▸ TASK STATEMENT
Only one stretch of the data below is needed. Output the lines from the one with "equations: (u, q, ops)" up to and including the one with "type: 'book', address: 'Leipzig'", exactly as they stand.

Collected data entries
*** Begin section ***

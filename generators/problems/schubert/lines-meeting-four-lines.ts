import { defineProblem, type ComplexInput } from '../../../src/atlas/definition.ts';
import type { FigureItem } from '../../../src/atlas/figure.ts';
import { fitWindow } from '../shared/fit-window.ts';
import { genericInstance } from '../shared/generic-instance.ts';

const lines = [1, 2, 3, 4] as const;
const axes = ['x', 'y', 'z'] as const;

/** Oblique parallel projection of space to the drawing plane: (x, y, z) ↦ (x + 0.45z, y + 0.3z). */
function project([x, y, z]: readonly number[]): [number, number] {
  return [x! + 0.45 * z!, y! + 0.3 * z!];
}

function point(q: Readonly<Record<string, number>>, i: number, s: number): number[] {
  return axes.map((a) => q[`p${a}${i}`]! + s * q[`d${a}${i}`]!);
}

function givenLines(q: Readonly<Record<string, number>>): FigureItem[] {
  return lines.map((i) => ({ shape: 'polyline', points: [project(point(q, i, -4)), project(point(q, i, 4))], closed: false, layer: 'given', label: `wire ${i}` }));
}

// Demo data (metres): four wires, each through a point p with direction d, none of them parallel or meeting.
const demoPoints = [[-2.1, 3.0, 1.4], [-2.7, 1.9, 1.6], [-0.9, 1.1, 1.0], [1.8, 1.8, 1.9]];
const demoDirections = [[-0.1, -0.7, 0.1], [-0.3, -0.9, -0.6], [-0.6, 0.3, 1.0], [0.4, 0.6, -0.8]];
const demoParameters: Record<string, ComplexInput> = {};
lines.forEach((i) => axes.forEach((a, k) => {
  demoParameters[`p${a}${i}`] = demoPoints[i - 1]![k]!;
  demoParameters[`d${a}${i}`] = demoDirections[i - 1]![k]!;
}));

export default defineProblem({
  slug: 'lines-meeting-four-lines',
  title: 'Lines meeting four lines in space',
  family: 'schubert',
  tags: ['Schubert calculus', 'lines in space', 'Grassmannian', 'transversals', 'excess intersection'],
  statement:
    'Given four general lines $L_1, \\dots, L_4$ in space, $L_i = \\{ p_i + s\\, d_i \\}$, find every line that meets all four. There are exactly $2$ over the complex numbers: the first three lines lie on one quadric surface, whose other ruling meets $L_4$ where $L_4$ crosses the quadric.',
  formulation: {
    unknowns: ['s', 't'],
    parameters: lines.flatMap((i) => [...axes.map((a) => `p${a}${i}`), ...axes.map((a) => `d${a}${i}`)]),
    groups: [['s'], ['t']],
    equations: (u, q, ops) => {
      const P = axes.map((a) => ops.add(q[`p${a}1`]!, ops.mul(u.s!, q[`d${a}1`]!)));
      const Q = axes.map((a) => ops.add(q[`p${a}2`]!, ops.mul(u.t!, q[`d${a}2`]!)));
      // The line PQ meets L_k iff Q − P, p_k − P and d_k are linearly dependent; writing Q − P = (Q − p_k) + (p_k − P)
      // drops a vanishing determinant and leaves each row in one unknown only, so the bidegree (1, 1) is visible.
      return [3, 4].map((k) => ops.det([
        axes.map((a, m) => ops.sub(Q[m]!, q[`p${a}${k}`]!)),
        axes.map((a, m) => ops.sub(q[`p${a}${k}`]!, P[m]!)),
        axes.map((a) => q[`d${a}${k}`]!),
      ]));
    },
    description: [
      'A transversal is determined by where it crosses $L_1$ and $L_2$: the points $P = p_1 + s\\,d_1$ and $Q = p_2 + t\\,d_2$.',
      'It meets $L_k$ ($k = 3, 4$) when $\\det(Q - P,\\ p_k - P,\\ d_k) = \\det(Q - p_k,\\ p_k - P,\\ d_k) = 0$, an equation of degree one in $s$ and one in $t$.',
      'We chose these coordinates over a chart of the Grassmannian of lines (four quadrics, Bézout bound $16$) because they keep the geometry visible and the count nearly sharp:',
      'total degree $2 \\cdot 2 = 4$, and with the groups $\\{s\\}, \\{t\\}$ the two-homogeneous bound is exactly $2$.',
    ].join(' '),
  },
  trueCount: {
    value: 2,
    source: {
      kind: 'published',
      authors: ['H. Schubert'],
      year: 1879,
      title: 'Kalkül der abzählenden Geometrie',
      venue: 'Leipzig (1879); reprinted by Springer, Berlin (1979), edited by S. L. Kleiman',
      url: 'https://archive.org/details/kalklderabzh00schuuoft',
      bib: { type: 'book', address: 'Leipzig' },
      note: 'Two lines meet four general lines: Schubert’s method counts them with the four lines moved into special position, where the solutions can be seen, and keeps the number (his principle of conservation of number). The reprint (ISBN 3-540-09233-1) and the linked scan of the 1879 edition are as a reference list that cites the book gives them; the place, Leipzig, is as encyclopaedia entries on Schubert give it, and the publisher, B. G. Teubner, as secondary reference lists give it (not seen on the scan’s title page).',
    },
  },
  publishedGroup: { name: 'S₂, the full symmetric group', order: '2', citation: 'J. Harris, Galois groups of enumerative problems, Duke Math. J. 46 (1979) 685–724' },
  realMaximum: { value: 2, citation: 'common practice: four lines of one ruling of a real hyperboloid of one sheet are met by every line of the other ruling; moved off it, two real lines remain' },
  excessNote: [
    'The total-degree homotopy tracks $4$ paths; the $2$ extra ones go to infinity in the plane of $(s, t)$, to the points where $s$ or $t$ alone is infinite:',
    'each equation is $c_0 + c_1 s + c_2 t + c_3 st$, whose top-degree part $st$ vanishes at two points at infinity common to both equations.',
    'In $\\mathbb{P}^1 \\times \\mathbb{P}^1$ (the two-homogeneous start) they disappear and the bound $2$ is exact.',
  ].join(' '),
  instances: [
    genericInstance('Four random complex lines', 20260104, 'Points and directions'),
    {
      id: 'four-wires',
      kind: 'demo',
      label: 'A rod against four wires',
      description: 'In an art installation four taut straight wires cross a gallery at different heights and angles (units: metres). The artist wants a straight rigid rod that rests against all four wires; there are two ways to place it.',
      seed: 17,
      parameters: demoParameters,
    },
  ],
  drawing: {
    projection: 'Space is drawn by the oblique parallel projection (x, y, z) ↦ (x + 0.45z, y + 0.3z); the dots mark where each solution line meets wires 1 and 2.',
    window: (q, items) => fitWindow([...givenLines(q), ...(items ?? [])], 0.05),
    configuration: givenLines,
    solution: ([s, t], q) => {
      const P = point(q, 1, s!), Q = point(q, 2, t!);
      const along = (k: number) => project(P.map((v, m) => v + k * (Q[m]! - v)));
      return [
        { shape: 'polyline', points: [along(-0.3), along(1.3)], closed: false, layer: 'solution' },
        ...[P, Q].map((X): FigureItem => ({ shape: 'point', x: project(X)[0], y: project(X)[1], layer: 'tangency' })),
      ];
    },
  },
});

*** End section ***

▸ ANSWER TO THE PROBLEM
    equations: (u, q, ops) => {
      const P = axes.map((a) => ops.add(q[`p${a}1`]!, ops.mul(u.s!, q[`d${a}1`]!)));
      const Q = axes.map((a) => ops.add(q[`p${a}2`]!, ops.mul(u.t!, q[`d${a}2`]!)));
      // The line PQ meets L_k iff Q − P, p_k − P and d_k are linearly dependent; writing Q − P = (Q − p_k) + (p_k − P)
      // drops a vanishing determinant and leaves each row in one unknown only, so the bidegree (1, 1) is visible.
      return [3, 4].map((k) => ops.det([
        axes.map((a, m) => ops.sub(Q[m]!, q[`p${a}${k}`]!)),
        axes.map((a, m) => ops.sub(q[`p${a}${k}`]!, P[m]!)),
        axes.map((a) => q[`d${a}${k}`]!),
      ]));
    },
    description: [
      'A transversal is determined by where it crosses $L_1$ and $L_2$: the points $P = p_1 + s\\,d_1$ and $Q = p_2 + t\\,d_2$.',
      'It meets $L_k$ ($k = 3, 4$) when $\\det(Q - P,\\ p_k - P,\\ d_k) = \\det(Q - p_k,\\ p_k - P,\\ d_k) = 0$, an equation of degree one in $s$ and one in $t$.',
      'We chose these coordinates over a chart of the Grassmannian of lines (four quadrics, Bézout bound $16$) because they keep the geometry visible and the count nearly sharp:',
      'total degree $2 \\cdot 2 = 4$, and with the groups $\\{s\\}, \\{t\\}$ the two-homogeneous bound is exactly $2$.',
    ].join(' '),
  },
  trueCount: {
    value: 2,
    source: {
      kind: 'published',
      authors: ['H. Schubert'],
      year: 1879,
      title: 'Kalkül der abzählenden Geometrie',
      venue: 'Leipzig (1879); reprinted by Springer, Berlin (1979), edited by S. L. Kleiman',
      url: 'https://archive.org/details/kalklderabzh00schuuoft',
      bib: { type: 'book', address: 'Leipzig' },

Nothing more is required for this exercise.